SELECT username, joinDate FROM dxt_users
WHERE username IN $eusernames
";
$results = $conn->query($stmt);
/* omitted: fetch the rows */

If you make a function similar to db_escape_list, do not deploy it into production until you have made and run a suite of test cases. Make sure that this test suite includes strings with all SQL special characters that you can think of, including Bobby's name.

Some databases support passing a table as a parameter, but you usually need the newest version of the database and the newest version of the connection driver for this to work. For example, Microsoft SQL Server 2008 supports table-valued parameters, but earlier versions don't. Nor do older database connection drivers support table-valued parameters even when connecting to Microsoft SQL Server 2008.[3]

Another tactic is to upload the list one entry at a time as a temporary table. But this returns to executing a separate statement per entry, and furthermore, it requires the privilege to create temporary tables and to read and write temporary tables. If you're using MySQL and enforcing privileges on individual tables rather than granting SELECT, INSERT, UPDATE, and DELETE on the whole database to the application's user, you have to create a separate empty database dedicated to the use of temporary tables.[1]

Query by example

Another case where purely parameterized SQL is inconvenient is query by example. For example, the user is searching for products and choosing to narrow the search by price range or by manufacturer. In this case, we need to translate the filters that the user has chosen into a WHERE expression. If the user did not specify a value for a given field, the field should not appear in WHERE.

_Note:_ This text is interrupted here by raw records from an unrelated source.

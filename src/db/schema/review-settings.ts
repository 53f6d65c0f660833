// Per-campaign review rules. A campaign without a row keeps the defaults (four-eyes rule on).
import { sql } from 'drizzle-orm';
import { integer, sqliteTable, text } from 'drizzle-orm/sqlite-core';
import { user } from './auth';
import { campaigns } from './campaigns';

const now = sql`(cast(unixepoch('subsecond') * 1000 as integer))`;

export const campaignReviewSettings = sqliteTable('campaign_review_settings', {
  campaignId: text('campaign_id')
    .primaryKey()
    .references(() => campaigns.id, { onDelete: 'cascade' }),
  // Four-eyes rule (docs/science.md): whoever started a batch may not accept its fits.
  fourEyes: integer('four_eyes', { mode: 'boolean' }).notNull().default(true),
  // Why the rule was last switched (required to switch it off).
  reason: text('reason').notNull().default(''),
  updatedById: text('updated_by_id').references(() => user.id, { onDelete: 'set null' }),
  updatedAt: integer('updated_at', { mode: 'timestamp_ms' }).notNull().default(now),
});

For each parameter, one could add another parameter that controls whether it should be used or ignored:

WHERE (? = 0 OR username = ?)
  AND (? = 0 OR email = ?)
  AND (? = 0 OR join_date > ?)

This method works wonderfully when all query requirements are known up front. But it may make it difficult to separate the part of the program that parses the human-readable query string into SQL from the part of the program that executes and stores the results, especially in cases with a wide variety of terms that a user may specify.

General workaround

The administrator of bobby-tables.com has recommended a way to use parameterized queries even in these cases. It involves building the SQL statement (with ? placeholders) and the parameter list in parallel in two separate variables, then submitting them together to the SQL driver.

But even this method isn't without its drawbacks. It can lead to the parameters getting out of order relative to the placeholders; the care needed to keep the order straight is close to the care needed to escape all dynamic arguments. And the APIs of some SQL drivers make it difficult to use a number of parameters that change from call to call, MySQLi in PHP in particular needing a horrible workaround involving call_user_func_array whose details vary from one version of PHP to another.

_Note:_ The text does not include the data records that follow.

// What an analyst brings in: uploaded files, the stars of a campaign and their measurements.
// A star is identified within its campaign by the `id` its input tables give it (starKey).
import { sql } from 'drizzle-orm';
import { index, integer, real, sqliteTable, text, uniqueIndex } from 'drizzle-orm/sqlite-core';
import { user } from './auth';
import { campaigns } from './campaigns';

const now = sql`(cast(unixepoch('subsecond') * 1000 as integer))`;

export const UPLOAD_STATUSES = ['received', 'checked', 'imported', 'rejected'] as const;
export type UploadStatus = (typeof UPLOAD_STATUSES)[number];

export const uploads = sqliteTable(
  'uploads',
  {
    id: text('id').primaryKey(),
    campaignId: text('campaign_id')
      .notNull()
      .references(() => campaigns.id, { onDelete: 'cascade' }),
    // The name the browser sent, kept for display only; the file on disk has a server-chosen name.
    originalName: text('original_name').notNull(),
    storedPath: text('stored_path').notNull(),
    sizeBytes: integer('size_bytes').notNull(),
    sha256: text('sha256').notNull(),
    // Detected from the content, never from the client's name or type: csv, tsv, votable, fits-table, fits-image.
    detectedFormat: text('detected_format'),
    status: text('status', { enum: UPLOAD_STATUSES }).notNull().default('received'),
    // Validation report: [{file, row, column, message}], kept after import.
    report: text('report', { mode: 'json' }).$type<unknown[]>().notNull().default([]),
    rowCount: integer('row_count'),
    importedRowCount: integer('imported_row_count'),
    uploadedById: text('uploaded_by_id').references(() => user.id, { onDelete: 'set null' }),
    createdAt: integer('created_at', { mode: 'timestamp_ms' }).notNull().default(now),
    importedAt: integer('imported_at', { mode: 'timestamp_ms' }),
    // What the intake job read once from the file (columns, units, preview rows, detected mapping,
    // or an image's observation), so views never parse the file again (decision record 0023).
    inspection: text('inspection', { mode: 'json' }).$type<Record<string, unknown>>(),
    // The last check: its summary, the mapping and rules it used and where its staged rows are.
    lastCheck: text('last_check', { mode: 'json' }).$type<Record<string, unknown>>(),
  },
  (t) => [index('uploads_campaign_idx').on(t.campaignId, t.createdAt)],
);

export const INTAKE_JOB_KINDS = ['read', 'check', 'import'] as const;
export type IntakeJobKind = (typeof INTAKE_JOB_KINDS)[number];
export const INTAKE_JOB_STATUSES = ['pending', 'running', 'done', 'failed'] as const;
export type IntakeJobStatus = (typeof INTAKE_JOB_STATUSES)[number];

/**
 * Intake jobs: reading, checking and importing an upload run here, off the web server's request
 * path, one at a time in the web process's intake thread (decision record 0023).
 */
export const intakeJobs = sqliteTable(
  'intake_jobs',
  {
    id: text('id').primaryKey(),
    uploadId: text('upload_id')
      .notNull()
      .references(() => uploads.id, { onDelete: 'cascade' }),
    campaignId: text('campaign_id')
      .notNull()
      .references(() => campaigns.id, { onDelete: 'cascade' }),
    kind: text('kind', { enum: INTAKE_JOB_KINDS }).notNull(),
    status: text('status', { enum: INTAKE_JOB_STATUSES }).notNull().default('pending'),
    // The request as validated: mapping, rules, source, importValidRows, image.
    input: text('input', { mode: 'json' }).$type<Record<string, unknown>>().notNull(),
    // The answer when done (check or import summary) or the refusal (status, code, message, report).
    outcome: text('outcome', { mode: 'json' }).$type<Record<string, unknown>>(),
    rowsRead: integer('rows_read').notNull().default(0),
    actorId: text('actor_id').references(() => user.id, { onDelete: 'set null' }),
    createdAt: integer('created_at', { mode: 'timestamp_ms' }).notNull().default(now),
    startedAt: integer('started_at', { mode: 'timestamp_ms' }),
    finishedAt: integer('finished_at', { mode: 'timestamp_ms' }),
  },
  (t) => [index('intake_jobs_upload_idx').on(t.uploadId, t.createdAt), index('intake_jobs_pending_idx').on(t.status, t.createdAt)],
);

/** A saved column mapping (column → role/band), named per campaign. */
export const mappingPresets = sqliteTable(
  'mapping_presets',
  {
    id: text('id').primaryKey(),
    campaignId: text('campaign_id')
      .notNull()
      .references(() => campaigns.id, { onDelete: 'cascade' }),
    name: text('name').notNull(),
    mapping: text('mapping', { mode: 'json' }).$type<Record<string, unknown>>().notNull(),
    createdById: text('created_by_id').references(() => user.id, { onDelete: 'set null' }),
    createdAt: integer('created_at', { mode: 'timestamp_ms' }).notNull().default(now),
  },
  (t) => [uniqueIndex('mapping_presets_name_unique').on(t.campaignId, t.name)],
);

export const LUM_CLASSES = ['dwarf', 'giant'] as const;
export type LumClass = (typeof LUM_CLASSES)[number];
/** Where a parallax comes from (src/core/input/survey-rules.ts ParallaxOrigin). */
export const PARALLAX_ORIGINS = ['gaia_dr3', 'hipparcos', 'other'] as const;
/** Why the input rules left a value out (src/core/input/survey-rules.ts LeftOutReason). */
export const LEFT_OUT_REASONS = ['quality_letter', 'saturated', 'catalogue_flag', 'bp_rp_excess'] as const;

export const stars = sqliteTable(
  'stars',
  {
    id: integer('id').primaryKey({ autoIncrement: true }),
    campaignId: text('campaign_id')
      .notNull()
      .references(() => campaigns.id, { onDelete: 'cascade' }),
    starKey: text('star_key').notNull(),
    raDeg: real('ra_deg'),
    decDeg: real('dec_deg'),
    parallaxMas: real('parallax_mas'),
    parallaxErrMas: real('parallax_err_mas'),
    avMag: real('av_mag'),
    // The star's own luminosity class (input column lum_class) and [Fe/H] (input column feh), when given.
    lumClass: text('lum_class', { enum: LUM_CLASSES }),
    fehDex: real('feh_dex'),
    // A given distance (input columns distance_pc, distance_lo_pc, distance_hi_pc: the 68 % interval),
    // used instead of 1/parallax; where the parallax comes from (Gaia DR3 ones get the zero-point);
    // Gaia RUWE above 1.4 on a star fainter than G 6 (decision 0028).
    distancePc: real('distance_pc'),
    distanceLoPc: real('distance_lo_pc'),
    distanceHiPc: real('distance_hi_pc'),
    parallaxOrigin: text('parallax_origin', { enum: PARALLAX_ORIGINS }),
    possibleCompanion: integer('possible_companion', { mode: 'boolean' }).notNull().default(false),
    createdAt: integer('created_at', { mode: 'timestamp_ms' }).notNull().default(now),
    updatedAt: integer('updated_at', { mode: 'timestamp_ms' }).notNull().default(now),
  },
  (t) => [uniqueIndex('stars_campaign_key_unique').on(t.campaignId, t.starKey)],
);

/**
 * A value of a file the input rules left out at import (quality letter, saturation, a catalogue
 * flag, the BP/RP excess; src/core/input/survey-rules.ts), with the reason in words. Kept so every
 * later fit lists it among its excluded bands; one per star, band and source, as measurements.
 */
export const leftOutValues = sqliteTable(
  'left_out_values',
  {
    id: integer('id').primaryKey({ autoIncrement: true }),
    starId: integer('star_id')
      .notNull()
      .references(() => stars.id, { onDelete: 'cascade' }),
    bandKey: text('band_key').notNull(),
    source: text('source').notNull(),
    uploadId: text('upload_id').references(() => uploads.id, { onDelete: 'set null' }),
    reason: text('reason', { enum: LEFT_OUT_REASONS }).notNull(),
    detail: text('detail').notNull(),
    createdAt: integer('created_at', { mode: 'timestamp_ms' }).notNull().default(now),
  },
  (t) => [uniqueIndex('left_out_values_star_band_source_unique').on(t.starId, t.bandKey, t.source)],
);

/**
 * One value of one star in one band from one source. Re-importing the same star, band and source
 * replaces the value instead of adding a second row.
 */
export const measurements = sqliteTable(
  'measurements',
  {
    id: integer('id').primaryKey({ autoIncrement: true }),
    starId: integer('star_id')
      .notNull()
      .references(() => stars.id, { onDelete: 'cascade' }),
    bandKey: text('band_key').notNull(),
    // Where the value comes from: a catalogue label chosen at import (default: the file's name) or
    // an image (its file name), so two catalogues' values in one band are kept apart.
    source: text('source').notNull(),
    uploadId: text('upload_id').references(() => uploads.id, { onDelete: 'set null' }),
    mag: real('mag'),
    magErr: real('mag_err'),
    fnuJy: real('fnu_jy'),
    fnuErrJy: real('fnu_err_jy'),
    upperLimit: integer('upper_limit', { mode: 'boolean' }).notNull().default(false),
    // The catalogue's own quality mark (e.g. a 2MASS quality letter), kept for the record.
    quality: text('quality'),
    // Per-observation metadata read from a FITS image header (filter, exposure, date, airmass …).
    observation: text('observation', { mode: 'json' }).$type<Record<string, unknown>>(),
    createdAt: integer('created_at', { mode: 'timestamp_ms' }).notNull().default(now),
    // Set aside: kept on record but not used in fits from then on (null: used). Who, when and why;
    // putting it back clears all three. Both directions are audited (src/server/measurement-use.ts).
    setAsideAt: integer('set_aside_at', { mode: 'timestamp_ms' }),
    setAsideById: text('set_aside_by_id').references(() => user.id, { onDelete: 'set null' }),
    setAsideReason: text('set_aside_reason'),
  },
  (t) => [
    uniqueIndex('measurements_star_band_source_unique').on(t.starId, t.bandKey, t.source),
    index('measurements_upload_idx').on(t.uploadId),
  ],
);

Perhaps the best plan is to port the entire application to a database framework that supports named placeholders instead of ? placeholders. Instead of the database driver scanning for ? placeholders from start to finish and binding them to successive elements of a list, it scans for the named placeholders and binds them to corresponding elements of an associative array. This makes it much easier to build the SQL statement and parameter dictionary in parallel. For example, one might consider porting an application that uses MySQLi to PHP Data Objects (PDO).